Tacky Funfairs: Are Christmas Markets Losing Tradition?
Purists warn that German Christmas markets are at risk of turning into something more akin to amusement parks, with rides and an atmosphere that violate their heritage. But a leading expert says the tradition is safe -- at least in western Germany.
Many people's ideal of a Christmas market is a collection of wooden stalls selling nutcrackers, mulled wine and fried sausage, preferably on a cobbled square framed by half-timbered houses. This ought to be accompanied by a band playing Silent Night, though not too loudly, gentle snowflakes and a tastefully decorated fir tree in the center.
Good luck with that. Some of Germany's 1,500 Christmas markets are tacky affairs, offering funfair rides like rollercoasters and neon-flashing Ferris wheels with blaring pop music, not to mention the cheap imports of replica nutcrackers on sale.
Berlin is a prime example -- the Alexanderplatz Christmas market is a seasonal Disneyland. The trend is disturbing, said a conservative politician and a Catholic bishop on Wednesday, just days before the first markets open.
"A Christmas market isn't an extended Oktoberfest," Johannes Singhammer, a member of the Bavarian Christian Social Union party, told Bild newspaper in a front-page story. The bishop of Hamburg, Hans-Jochen Jaschke, said people looked forward to the Christmas markets. "They feel something very special. Only Advent and Christmas can offer that. That is why big funfair rides don't belong in Christmas markets."
Were the trend to spread, it could damage the image of a major national tourist attraction. Germany's Christmas markets lure millions of visitors and the tradition has become established in other countries. One of the biggest German markets stands in the British city of Birmingham and gets some 5 million visitors a year.
The traveling circus of fairground operators say they increasingly need the Christmas business because the number of classic funfairs has shrunk by a quarter in the last 12 years.
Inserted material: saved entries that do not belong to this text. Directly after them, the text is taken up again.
function smithFigure(model: ReportModel, series: EntrySeries[]): { figure: string; body: string } {
  const traces = model.smith.map((k) => {
    const e = model.entries[k]!;
    return { label: e.label, display: e.display, color: e.color, re: series[k]!.re, im: series[k]!.im };
  });
  const body = smithFragment({ frame: SMITH_FRAME, traces, admittance: 'hidden', fontSize: 10.5, interactive: true });
  const svg =
    `<svg data-testid="smith" data-admittance="hidden" viewBox="0 0 ${SMITH_SIZE} ${SMITH_SIZE}" role="img" aria-label="Smith chart of the reflections" font-family="system-ui, 'DejaVu Sans', sans-serif">` +
    `${body}<g data-part="smith-dots" class="smith-dots"></g></svg>`;
  const toggles = traces
    .map((t) => `<button type="button" data-testid="smith-toggle" data-entry="${escapeXml(t.label)}" aria-pressed="true" style="--c:${t.color}"><i></i>${escapeXml(t.display)}</button>`)
    .join('');
  const list = referenceList(model.s);
  const refs = list.length === 1 ? list[0]! : Array.from(model.s.references, (_, p) => `${portReference(model.s, p + 1)} (port ${p + 1})`).join(', ');
  const figure =
    `<figure class="smith-card" data-plot="smith"><figcaption>Smith chart<span class="sub">reflections, normalised to ${escapeXml(refs)}</span></figcaption>${svg}` +
    `<div class="smith-controls">${toggles}<label><input type="checkbox" data-testid="toggle-admittance"> admittance grid</label></div>` +
    `<div class="smith-readout" data-testid="smith-readout"></div>` +
    `<div class="smith-note">○ first sweep point · ● last sweep point · grid: constant resistance and reactance</div></figure>`;
  return { figure, body };
}

/** The sweep's ends and the finite spec band edges inside it (sorted, at most 12), or 5 points across. */
export function defaultTableFrequencies(f: Float64Array, specs: readonly SpecResult[]): number[] {
  const lo = f[0]!;
  const hi = f[f.length - 1]!;
  if (specs.length === 0) {
    const out: number[] = [];
    const count = Math.min(5, f.length);
    for (let q = 0; q < count; q++) out.push(f[Math.round((q * (f.length - 1)) / Math.max(1, count - 1))]!);
    return [...new Set(out)];
  }
  const set = new Set<number>([lo, hi]);
  for (const r of specs) for (const e of r.spec.band) if (Number.isFinite(e) && e >= lo && e <= hi) set.add(e);
  const all = [...set].sort((a, b) => a - b);
  if (all.length <= 12) return all;
  // keep both ends and an even pick of the rest
  const pick: number[] = [];
  for (let q = 0; q < 12; q++) pick.push(all[Math.round((q * (all.length - 1)) / 11)]!);
  return [...new Set(pick)];
}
They now earn a third of their income from Christmas markets, according to the German Fairground Industry Federation.
Kurt Stroscher, one of Germany's leading experts on Christmas markets, sees a marked divide between eastern and western Germany in this respect.
"If you take Berlin or parts of eastern Germany, there's a tradition of having a funfair element linked to Christmas markets," Stroscher, a senior official in Frankfurt's tourism department who pioneered the launch of markets in several British cities including Birmingham, told SPIEGEL ONLINE.
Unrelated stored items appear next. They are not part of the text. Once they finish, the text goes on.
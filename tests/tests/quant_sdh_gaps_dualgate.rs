//! SdH frequency and Berry phase, activation gaps and dual-gate (n, D) maps, checked against
//! published formulas and worked values and against the synthetic devices' truth.

use fanmark_core::constants::E_OVER_H;
use fanmark_core::dualgate::{filling_lines, line_cut, CutAt};
use fanmark_core::gaps::{self, ActivatedRange, GapOptions, StateLine};
use fanmark_core::gate::{Dielectric, DualGate};
use fanmark_core::io::{load_map, LoadOptions};
use fanmark_core::map::{Axis, Channel, ChannelKind, Map, Quantity};
use fanmark_core::progress::NoProgress;
use fanmark_core::sdh::{self, amplitude_spectrum, find_peaks, At, SdhOptions, Trace, Window};
use fanmark_core::synth::dualgate::{generate_dual_gate, DualGateConfig};
use fanmark_core::synth::{self, series, Device, DeviceName, Model};
use fanmark_core::transform::{gates_to_density_displacement, DensityDisplacementGrid};
use fanmark_core::Rational;
use ndarray::Array2;

fn rel(a: f64, b: f64) -> f64 {
    (a / b - 1.0).abs()
}

/// |x mod 1| folded to the distance from the nearest integer or half-integer target `target`.
fn mod1_distance(x: f64, target: f64) -> f64 {
    let d = (x - target).rem_euclid(1.0);
    d.min(1.0 - d)
}

// ───────────────────────────── Shubnikov–de Haas ─────────────────────────────

#[test]
fn frequency_of_1e12_cm2_is_10_339_tesla() {
    // check-values §10 (V): n = 10¹² cm⁻² with g = 4 gives B_F = n h/(4e) = 10.339 169 T, and
    // B_F = 10 T gives n = 9.671 957×10¹¹ cm⁻².
    let b_f = 1e16 / (4.0 * E_OVER_H);
    assert!((b_f - 10.339_169).abs() < 1e-6, "{b_f}");
    assert!(rel(4.0 * E_OVER_H * 10.0 / 1e4, 9.671_957e11) < 1e-6);
}

#[test]
fn fft_fixture_peak() {
    // check-values §10 FFT fixture (V): cos(2πB_F/B + π), B_F = 10.339 169 T, 16 384 points
    // uniform in 1/B over 0.1–1 T⁻¹, Hann window, zero-padded to 2²⁰: peak at 10.3466 T
    // (tolerance ~0.1 %).
    let m = 16_384;
    let step = 0.9 / (m - 1) as f64;
    let v: Vec<f64> = (0..m)
        .map(|k| {
            let x = 0.1 + step * k as f64;
            (2.0 * std::f64::consts::PI * 10.339_169 * x + std::f64::consts::PI).cos()
        })
        .collect();
    let spec = amplitude_spectrum(&v, step, Window::Hann, 1 << 20).unwrap();
    let peaks = find_peaks(&spec, 1.0, 0.1);
    let f = peaks[0].0;
    assert!(rel(f, 10.3466) < 1e-3, "{f}");
    // And within the 0.5 % asked of the analysis.
    assert!(rel(f, 10.339_169) < 5e-3, "{f}");
}

/// R_xx of a Lifshitz–Kosevich-like trace: minima where B_F/B = N − N₀.
fn lk_trace(b_f: f64, n0: f64, lo: f64, hi: f64, points: usize) -> Trace {
    let b: Vec<f64> = (0..points)
        .map(|i| lo + (hi - lo) * i as f64 / (points - 1) as f64)
        .collect();
    let r = b
        .iter()
        .map(|&x| {
            let damping = (-3.0 / x).exp();
            500.0 + 40.0 / x - 300.0 * damping * (2.0 * std::f64::consts::PI * (b_f / x + n0)).cos()
        })
        .collect();
    Trace { b_t: b, rxx_ohm: r }
}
"It lacks the atmosphere you associate with Christmas, the hominess that awakens nice childhood memories."
Commerce drives the trend, he said. "Unfortunately, people are accepting it," he added. "Alexanderplatz is a good event in terms of visitor acceptance."
The market does sound fun. This year, its attractions will include an ice skating rink and toy train ride though a "fairy-tale forest." Alexanderplatz, like many other markets, will also feature lottery booths packed with cheap toys and other typical funfair games like throwing at cans or fishing plastic ducks out of water.
The eastern markets can't all be tarred with the same brush, though. The Dresden market is a credit to the Christmas tradition, and the whole Ore Mountains region, the home of the nutcracker, is synonymous with German Christmas.
'Western Markets Will Stay Traditional'
So will the funfair element gain ground? Is the tradition in danger?
"I wouldn't say so at all," said Stroscher. "I can assure you that we in Frankfurt wouldn't dream of experimenting with funfair rides. On the contrary, our success and that of other markets stems from our authenticity. Preserving the rustic charm is part of our marketing concept. I'm pretty sure my colleagues in Nuremberg or Munich wouldn't consider it either."
A range of Christmas traditions adopted across the Western world originated in Germany, including the Christmas tree, the baubles that go on it and a host of wooden crafts.
The latest assault on Christmas comes from a butcher in the town of Aue, in the region of Saxony. In what some would call an act of heresy, the family-run shop has recreated the Dresden Stollen Christmas cake, but made from roast veal, bacon and cranberries.
"People either love it or hate it," admitted butcher Christin Popella. The meat Stollen will go on sale for the first time this year.